As AI-assisted diagnostics develops to bridge local contextual data with medical literature and vast amounts of high-skilled medical annotation, we must pay attention to how data sourcing and labeling is distributed across uneven labour conditions. The colonial matrix of power within which low-skilled data work is outsourced to the global South also frames medical innovations in the global North as inherently benevolent. This moral framework is evident when narratives foreground a Microsoft engineer as a parent of a disabled child while “human in the loop” data workers or healthcare workers are perceived as detached individuals escaping unemployment.
Disability and Precision
While industry leaders celebrate disruption, they distract us from asking the more pressing question: who bears the cost of precision being encoded in technologies? Following Diana Forsythe, it is not that AI is spectacular, but that it is hard not to be enchanted by its declared and promised precision. Diagnosis hits our most fundamental will to know as modern humans, to be able to act in time, to prevent and help us not become sick over and over again. When companies like Microsoft draw on the personal experiences of executives raising disabled children, they operate within what disability scholar Joseph Stramondo (2010) called the ‘master narrative of the pitiful disabled person’[1] , a framework that associates disability with only suffering and pity and while obscuring broader structural conditions. The figure of the disabled body becomes a justification for perpetuating any and all kinds of innovations and obscures the fact that disability and disease are not isolated phenomena. Indeed, they are often produced within the very systems that promise to care for them.
AI-assisted diagnostics deserves our attention to follow how families affected by rare diseases might be benefited in a deeply unequal and varied world of health. But it does not need our enchantment with what precision technologies can do for the disabled body. While improving the diagnosis of rare diseases is important, it should not eclipse concern for the digital and healthcare workers, themselves becoming sick in the race towards precision. These humans not only contribute to shortening the diagnostic odyssey but also absorb, in deeply embodied ways, the costs of producing precision.

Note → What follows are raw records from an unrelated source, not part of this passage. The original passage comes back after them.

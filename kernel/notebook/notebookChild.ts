/** The process that runs the cells of a headless run: the engine on one side, the runner's messages on the other. */
import type { CellOutcome, CellOutput } from "../cellOutput";
import { represent } from "../display/represent";
import { createEngine } from "../engine";
import { prepareSvg } from "../figures/svg";
import { packageForNotebook, packageVersion } from "../packageRoot";
import { notebookSession } from "../session";
import { captureStreams, createTextBuffer } from "../textBuffer";
import { type Answer, expectsFigures, type Remark, type Request } from "./messages";

const waitForLateFaults = 100; // ms after the last cell

if (process.argv.includes(expectsFigures)) prepareSvg();
const folder = process.cwd();
const packageFolder = packageForNotebook(folder);
let number = 0;

function say(message: Answer | Remark): void {
  process.send!(message);
}

const printed = createTextBuffer<number>((name, text, cell) =>
  say({ say: "output", number: cell, output: { type: "stream", name, text } }),
);

function emit(output: CellOutput): void {
  if (output.type === "stream") return printed.write(output.name, output.text, number);
  printed.flush();
  say({ say: "output", number, output });
}

const engine = createEngine({
  packageFolder,
  folder,
  emit,
  represent,
  onLateFault: () => say({ say: "late-fault" }),
});
captureStreams(printed, () => number);
notebookSession().show = (value) => emit({ type: "display", data: represent(value) });

async function runCell(code: string, next: number): Promise<CellOutcome> {
  printed.startCell();
  number = next;
  const outcome = await engine.execute(code, next);
  printed.flush();
  return outcome;
}

async function quit(): Promise<void> {
  await new Promise((resolve) => setTimeout(resolve, waitForLateFaults));
  printed.flush();
  process.disconnect();
  engine.exit(0);
}

process.on("SIGINT", () => engine.interrupt());
process.on("disconnect", () => engine.exit(0));
process.on("message", (request: Request) => {
  if (request.ask === "quit") void quit();
  else if (request.ask === "declarations") {
    say({ say: "declarations", declarations: engine.declarations(request.code) });
  } else void runCell(request.code, request.number).then((outcome) => say({ say: "ran", outcome }));
});

async function begin(): Promise<void> {
  await engine.prepare(); // a failure is told again by the first cell
  const versions = {
    refluxbook: packageVersion(packageFolder),
    ...engine.versions,
    node: process.versions.node,
  };
  say({ say: "ready", versions });
}

void begin();
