import { didYouMean } from "../../src/base/nearest";
import type { Declaration } from "../cellOutput";
import { UsageError } from "../usageError";
import { type CodeCell, hasTag, isCode, type Notebook } from "./notebookFormat";

/** A parameter and the value it shall have. */
export interface Setting {
  readonly name: string;
  readonly value: unknown;
}

/** Reads `name=value`: a JSON literal, or bare text. */
export function readSetting(text: string): Setting {
  const at = text.indexOf("=");
  const name = text.slice(0, Math.max(at, 0)).trim();
  if (!/^[\p{L}_$][\p{L}\p{N}_$]*$/u.test(name)) {
    throw new UsageError(
      `--set needs name=value, such as --set refluxOverMinimum=1.3; got ${JSON.stringify(text)}`,
    );
  }
  const typed = text.slice(at + 1);
  let value: unknown = typed;
  try {
    value = JSON.parse(typed);
  } catch {
    // bare text
  }
  if (value === Infinity || value === -Infinity)
    throw new UsageError(`--set ${text}: the number is too large`);
  return { name, value };
}

/** The cell tagged `parameters`, if there is one. */
export function parametersCell(notebook: Notebook): CodeCell | undefined {
  return notebook.cells.filter(isCode).find((cell) => hasTag(cell, "parameters"));
}

/** Refuses settings for what the parameters cell does not declare, all of them at once. */
export function checkSettings(settings: readonly Setting[], declared: readonly Declaration[]): void {
  const names = declared.map(({ name }) => name);
  const unknown = settings.filter(({ name }) => !names.includes(name));
  if (unknown.length === 0) return;
  const known =
    names.length === 0 ? "It has none: no cell is tagged parameters." : `It has ${names.join(", ")}.`;
  const faults = unknown.map(
    ({ name }) => `the notebook has no parameter "${name}".${didYouMean(name, names)}`,
  );
  throw new UsageError(`${faults.join("\n")}\n${known}`);
}

function declarationOf({ name, value }: Setting, declared: readonly Declaration[]): string {
  const { keyword, type } = declared.find((declaration) => declaration.name === name)!;
  return `${keyword} ${name}${type === undefined ? "" : `: ${type}`} = ${JSON.stringify(value)};`;
}

/**
 * The notebook with a cell of new values right after the one tagged `parameters`; it takes the place of one injected
 * earlier. Each value keeps the declared type.
 */
export function injectParameters(
  notebook: Notebook,
  settings: readonly Setting[],
  declared: readonly Declaration[],
): Notebook {
  checkSettings(settings, declared);
  const cells = notebook.cells.filter((cell) => !hasTag(cell, "injected-parameters"));
  if (settings.length === 0) return { ...notebook, cells };
  const injected: CodeCell = {
    cell_type: "code",
    id: "injected-parameters",
    metadata: { tags: ["injected-parameters"] },
    source: ["// values of this run", ...settings.map((setting) => declarationOf(setting, declared))].join(
      "\n",
    ),
    execution_count: null,
    outputs: [],
  };
  const at = cells.findIndex((cell) => isCode(cell) && hasTag(cell, "parameters")) + 1;
  return { ...notebook, cells: [...cells.slice(0, at), injected, ...cells.slice(at)] };
}

/** Every parameter with the value of this run, as it is written in code. */
export function parameterValues(
  declared: readonly Declaration[],
  settings: readonly Setting[],
): { name: string; value: string }[] {
  return declared.map(({ name, value }) => {
    const setting = settings.find((candidate) => candidate.name === name);
    return { name, value: setting === undefined ? (value ?? "") : JSON.stringify(setting.value) };
  });
}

This post was edited by Contributing Editor Sook Lin Toh.
References
Bärnreuther, Sandra. 2024. “Surveillance medicine 2.0: digital monitoring of community health workers in India.” Anthropology & Medicine, 31(3), 250–264.

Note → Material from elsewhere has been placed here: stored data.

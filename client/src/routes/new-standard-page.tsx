import { NewLotForm } from '../features/standards/components/new-lot-form.tsx';

export default function NewStandardPage() {
  return <NewLotForm />;
}
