import { useQuery } from '@tanstack/react-query';
import { UnknownAddress } from '../components/layout/unknown-address.tsx';
import { Answer } from '../components/ui/answer.tsx';
import { LoadingFace } from '../components/ui/faces.tsx';
import { procedureDetail } from '../features/procedures/api.ts';
import { ProcedureView } from '../features/procedures/components/procedure-view.tsx';
import { paths } from '../paths.ts';
import { useIdParam } from './use-id-param.ts';

export default function ProcedurePage() {
  const id = useIdParam('id');
  const query = useQuery({ ...procedureDetail(id ?? 0), enabled: id !== null });
  const unknown = <UnknownAddress home={paths.procedures.to()} />;
  if (id === null) return unknown;
  return (
    <Answer
      query={query}
      what="the procedure"
      loading={<LoadingFace label="Fetching the procedure" rows={10} rowHeight={40} />}
      missing={unknown}
    >
      {(procedure) => <ProcedureView key={procedure.id} procedure={procedure} />}
    </Answer>
  );
}
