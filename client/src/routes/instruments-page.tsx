import { AreaTabs } from '../components/layout/area-tabs.tsx';
import { ButtonLink } from '../components/ui/button.tsx';
import { InstrumentList } from '../features/instruments/components/instrument-list.tsx';
import { useSession } from '../features/sessions/session-context.ts';
import { paths } from '../paths.ts';
import { standardTabs } from './area-pages.ts';

export default function InstrumentsPage() {
  const { can } = useSession();
  return (
    <>
      <AreaTabs label="Reference solutions" items={standardTabs} />
      <InstrumentList
        addLink={
          can.createInstrument ? (
            <ButtonLink kind="primary" to={paths.newInstrument.to()}>
              Register an instrument
            </ButtonLink>
          ) : null
        }
      />
    </>
  );
}
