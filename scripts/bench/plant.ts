/** A site of imaginary points for the benchmark, written straight into its own empty database. */
import pg from 'pg';
import { hashDeviceSecret } from '../../server/ingest/device-secrets.ts';
import { hashPassword } from '../../server/lib/hashing.ts';
import { benchSecret } from './load.ts';

export const viewer = { email: 'viewer@bench.example', password: 'a-password-for-the-bench' };

export async function layPlant(
  ownerUrl: string,
  deviceCount: number,
): Promise<{ names: string[]; siteId: number }> {
  const client = new pg.Client({ connectionString: ownerUrl });
  await client.connect();
  try {
    const { rows } = await client.query<{ userId: number; siteId: number }>(
      `with person as (insert into users (email, name, password_hash) values ($1, 'Viewer', $2) returning id),
         place as (insert into sites (code, name, time_zone) values ('BENCH', 'Bench', 'UTC') returning id),
         grants as (insert into memberships (role, user_id) select 'operator', id from person)
       select person.id as "userId", place.id as "siteId" from person, place`,
      [viewer.email, await hashPassword(viewer.password)],
    );
    const { userId, siteId } = rows[0]!;
    const values = [siteId, userId, deviceCount, hashDeviceSecret(benchSecret)];
    await client.query(`insert into areas (name, site_id) values ('Hall', ${siteId})`);
    await client.query(
      `with points_made as (
         insert into points (code, name, duty, medium, display_unit, compensation_model,
           compensation_coefficient_percent_per_k, tolerance_percent, decision_rule, interval_days, interval_method,
           criticality, area_id)
         select 'B-' || i, 'Point ' || i, 'bench', 'water', 'uS/cm', 'linear', 2, 3, 'guarded-u', 90, 'fixed', 'low', a.id
         from generate_series(1, $3::int) i, areas a where a.site_id = $1
         returning id, substr(code, 3)::int as i
       ), probes_made as (
         insert into probes (serial, tag, kind, nominal_cell_constant_per_cm, cell_constant_per_cm, range_low_us_cm,
           range_high_us_cm, temperature_sensor, device_compensation, status, site_id)
         select 'SN-' || i, 'bench-' || i, 'two-electrode', 1, 1, 0, 20000, 'pt1000', 'none', 'in-service', $1
         from generate_series(1, $3::int) i
         returning id, substr(serial, 4)::int as i
       ), placed as (
         insert into assignments (from_at, probe_id, point_id, installed_by)
         select now() - interval '1 day', p.id, q.id, $2 from probes_made p join points_made q on q.i = p.i
       )
       insert into devices (name, secret_hash, credentials_issued_at, probe_id)
       select 'bench-' || i, $4, now(), id from probes_made`,
      values,
    );
    await client.query('select ensure_reading_partitions(1, 1)');
    await client.query('vacuum analyze');
    return { names: Array.from({ length: deviceCount }, (_, i) => `bench-${i + 1}`), siteId };
  } finally {
    await client.end();
  }
}
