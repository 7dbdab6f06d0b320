/**
 * Weighing in air: weights of 8000 kg/m3, air of 1.2 kg/m3 (OIML D 28, common practice); KCl of 1984 kg/m3 (from memory, high).
 * 76.6276 g in air for 76.5829 g in vacuo per 1000 g of water, for 1 demal: from memory, confidence medium.
 */
import { describe, expect, it } from 'vitest';
import { massFromReading, prepareKcl } from '../../shared/science/kcl-preparation.ts';
import { relativeError } from './relative-error.ts';

describe('buoyancy', () => {
  // Computed from the densities to six decimals.
  it.each([
    ['KCl', 1984, 1.000455],
    ['water', 998.2, 1.001053],
  ])('%s of %d kg/m3 weighs %d too little', (_, bodyDensityKgM3, factor) => {
    const mass = massFromReading({ readingG: 1, airDensityKgM3: 1.2, bodyDensityKgM3 });
    expect(Math.abs(mass - factor)).toBeLessThan(2e-6);
  });

  // 0.002 %: the recalled pair's ratio is 1.00058, computed 1.00060.
  it('turns 76.6276 g of KCl per 1000 g of water in air into 76.5829 g in vacuo', () => {
    const { kclMassG, waterMassG } = prepareKcl({
      kclReadingG: 76.6276,
      waterReadingG: 1000,
      airDensityKgM3: 1.2,
    });
    expect(relativeError((1000 * kclMassG) / waterMassG, 76.5829)).toBeLessThan(2e-5);
  });

  it('makes the demal definition in vacuo: 71.1352 g of KCl in 1000 g of solution is 1 D', () => {
    const { demal } = prepareKcl({ kclReadingG: 71.1352, waterReadingG: 1000 - 71.1352, airDensityKgM3: 0 });
    expect(relativeError(demal, 1)).toBeLessThan(1e-6);
  });
});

Bhan, Samiksha. 2024. “Population in Fragments: Inclusion, Risk, and the Anticipatory Universality of Postcolonial Genomics.” Zeitschrift Für Ethnologie/Journal of Social and Cultural Anthropology 149 (1): 127-146.
Christensen, Clayton M. 2008. The Innovator’s Dilemma: When New Technologies Cause Great Firms to Fail. Harvard Business Review Press.

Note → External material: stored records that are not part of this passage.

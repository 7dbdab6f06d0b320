import { NewPersonForm } from '../features/users/components/new-person-form.tsx';
import { SettingsTabs } from './settings-tabs.tsx';

export default function NewPersonPage() {
  return (
    <>
      <SettingsTabs />
      <NewPersonForm />
    </>
  );
}
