import { useQuery } from '@tanstack/react-query';
import { AreaTabs } from '../components/layout/area-tabs.tsx';
import { ButtonLink } from '../components/ui/button.tsx';
import { ProbeList } from '../features/probes/components/probe-list.tsx';
import { useSession } from '../features/sessions/session-context.ts';
import { sitesList } from '../features/sites/api.ts';
import { useShowSite } from '../features/sites/site-in-view.ts';
import { idOf, useAddressFilters } from '../lib/use-address-filters.ts';
import { paths } from '../paths.ts';
import { probeTabs } from './area-pages.ts';

/** All probes of the sites one may see. */
export default function ProbesPage() {
  const { can } = useSession();
  const siteId = idOf(useAddressFilters().read('siteId')) ?? null;
  const sites = useQuery(sitesList()).data?.items ?? [];
  useShowSite(siteId);
  return (
    <>
      <AreaTabs label="Probes and points" items={probeTabs} />
      <ProbeList
        sites={sites}
        registerLink={
          can.registerProbe ? (
            <ButtonLink kind="primary" to={paths.newProbe.to({ siteId })}>
              Register a probe
            </ButtonLink>
          ) : null
        }
      />
    </>
  );
}
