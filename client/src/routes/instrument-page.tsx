import { useQuery } from '@tanstack/react-query';
import { UnknownAddress } from '../components/layout/unknown-address.tsx';
import { Answer } from '../components/ui/answer.tsx';
import { LoadingFace } from '../components/ui/faces.tsx';
import { CertificateSection } from '../features/certificates/components/certificate-section.tsx';
import { instrumentDetail } from '../features/instruments/api.ts';
import { InstrumentView } from '../features/instruments/components/instrument-view.tsx';
import { paths } from '../paths.ts';
import { useIdParam } from './use-id-param.ts';

export default function InstrumentPage() {
  const id = useIdParam('id');
  const query = useQuery({ ...instrumentDetail(id ?? 0), enabled: id !== null });
  const unknown = <UnknownAddress home={paths.instruments.to()} />;
  if (id === null) return unknown;
  return (
    <Answer
      query={query}
      what="the instrument"
      loading={<LoadingFace label="Fetching the instrument" rows={8} rowHeight={40} />}
      missing={unknown}
    >
      {(instrument) => (
        <InstrumentView
          key={instrument.id}
          instrument={instrument}
          certificate={
            <CertificateSection
              certificate={instrument.certificate}
              holder="instruments"
              id={instrument.id}
              code={instrument.code}
              canAttach={instrument.can.uploadCertificate}
            />
          }
        />
      )}
    </Answer>
  );
}
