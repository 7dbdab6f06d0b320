import { AreaTabs } from '../components/layout/area-tabs.tsx';
import { useSession } from '../features/sessions/session-context.ts';
import { paths } from '../paths.ts';
import { settingsPages } from './area-pages.ts';

/** The pages of Settings that this person may open, above each of them. */
export function SettingsTabs() {
  return (
    <AreaTabs
      label="Settings"
      items={settingsPages(useSession())}
      home={{ label: 'Settings', to: paths.settings.to() }}
    />
  );
}
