import type { Bottle } from '../../../../shared/contracts/bottles.ts';
import { formatDate } from '../../../../shared/format/dates.ts';
import { capitalise } from '../../../../shared/format/labels.ts';
import { countInWords } from '../../../../shared/format/numbers.ts';

export interface BottleState {
  word: string;
  note: string;
  tone: 'plain' | 'care' | 'faint';
}

/** Where a bottle stands between shelf and drain. */
export function bottleState(bottle: Bottle): BottleState {
  if (bottle.discardedAt)
    return {
      word: 'discarded',
      note: `${formatDate(bottle.discardedAt)}: ${bottle.discardedReason ?? 'no reason given'}`,
      tone: 'faint',
    };
  const useBy = `use by ${formatDate(bottle.useByOn)}`;
  const opened = bottle.openedAt
    ? `opened ${formatDate(bottle.openedAt)} by ${bottle.openedBy ?? 'somebody'}`
    : null;
  if (!bottle.isUsable)
    return {
      word: 'not to be used',
      note: bottle.remainingMl === 0 ? 'empty' : [opened, useBy].filter(Boolean).join(', '),
      tone: 'care',
    };
  return opened
    ? { word: 'open', note: `${opened}, ${useBy}`, tone: 'plain' }
    : { word: 'unopened', note: useBy, tone: 'plain' };
}

/** What one may pour from first, then the shelf, then what is gone. */
export function atHandFirst(bottles: readonly Bottle[]): Bottle[] {
  const rank = (bottle: Bottle) => (bottle.discardedAt ? 2 : bottle.openedAt ? 0 : 1);
  return [...bottles].sort(
    (a, b) => rank(a) - rank(b) || a.code.localeCompare(b.code, 'en', { numeric: true }),
  );
}

export function bottlesSentence(bottles: readonly Bottle[]): string {
  const here = bottles.filter((bottle) => !bottle.discardedAt);
  if (here.length === 0) return 'none in stock';
  const open = here.filter((bottle) => bottle.openedAt).length;
  const shut = here.length - open;
  return `${capitalise(countInWords(shut))} unopened, ${countInWords(open)} open`;
}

Mignolo, Walter D. 2011. The Darker Side of Western Modernity: Global Futures, Decolonial Options. Durham: Duke University Press.
Pulagam P, and P.T. Satyanarayana. 2021. “Stress, anxiety, work-related burnout among primary health care worker: A community based cross sectional study in Kolar”. Journal of Family Medicine and Primary Care. 10(5): 1845-1851.
Quijano, Aníbal. 2000. “Coloniality of Power, Eurocentrism, and Latin America.” Nepantla: Views from South 1 (3): 533–580.
Stramondo, Joseph A. 2010. “How an Ideology of Pity Is a Social Harm to People with Disabilities.” Social Philosophy Today 26: 121–34.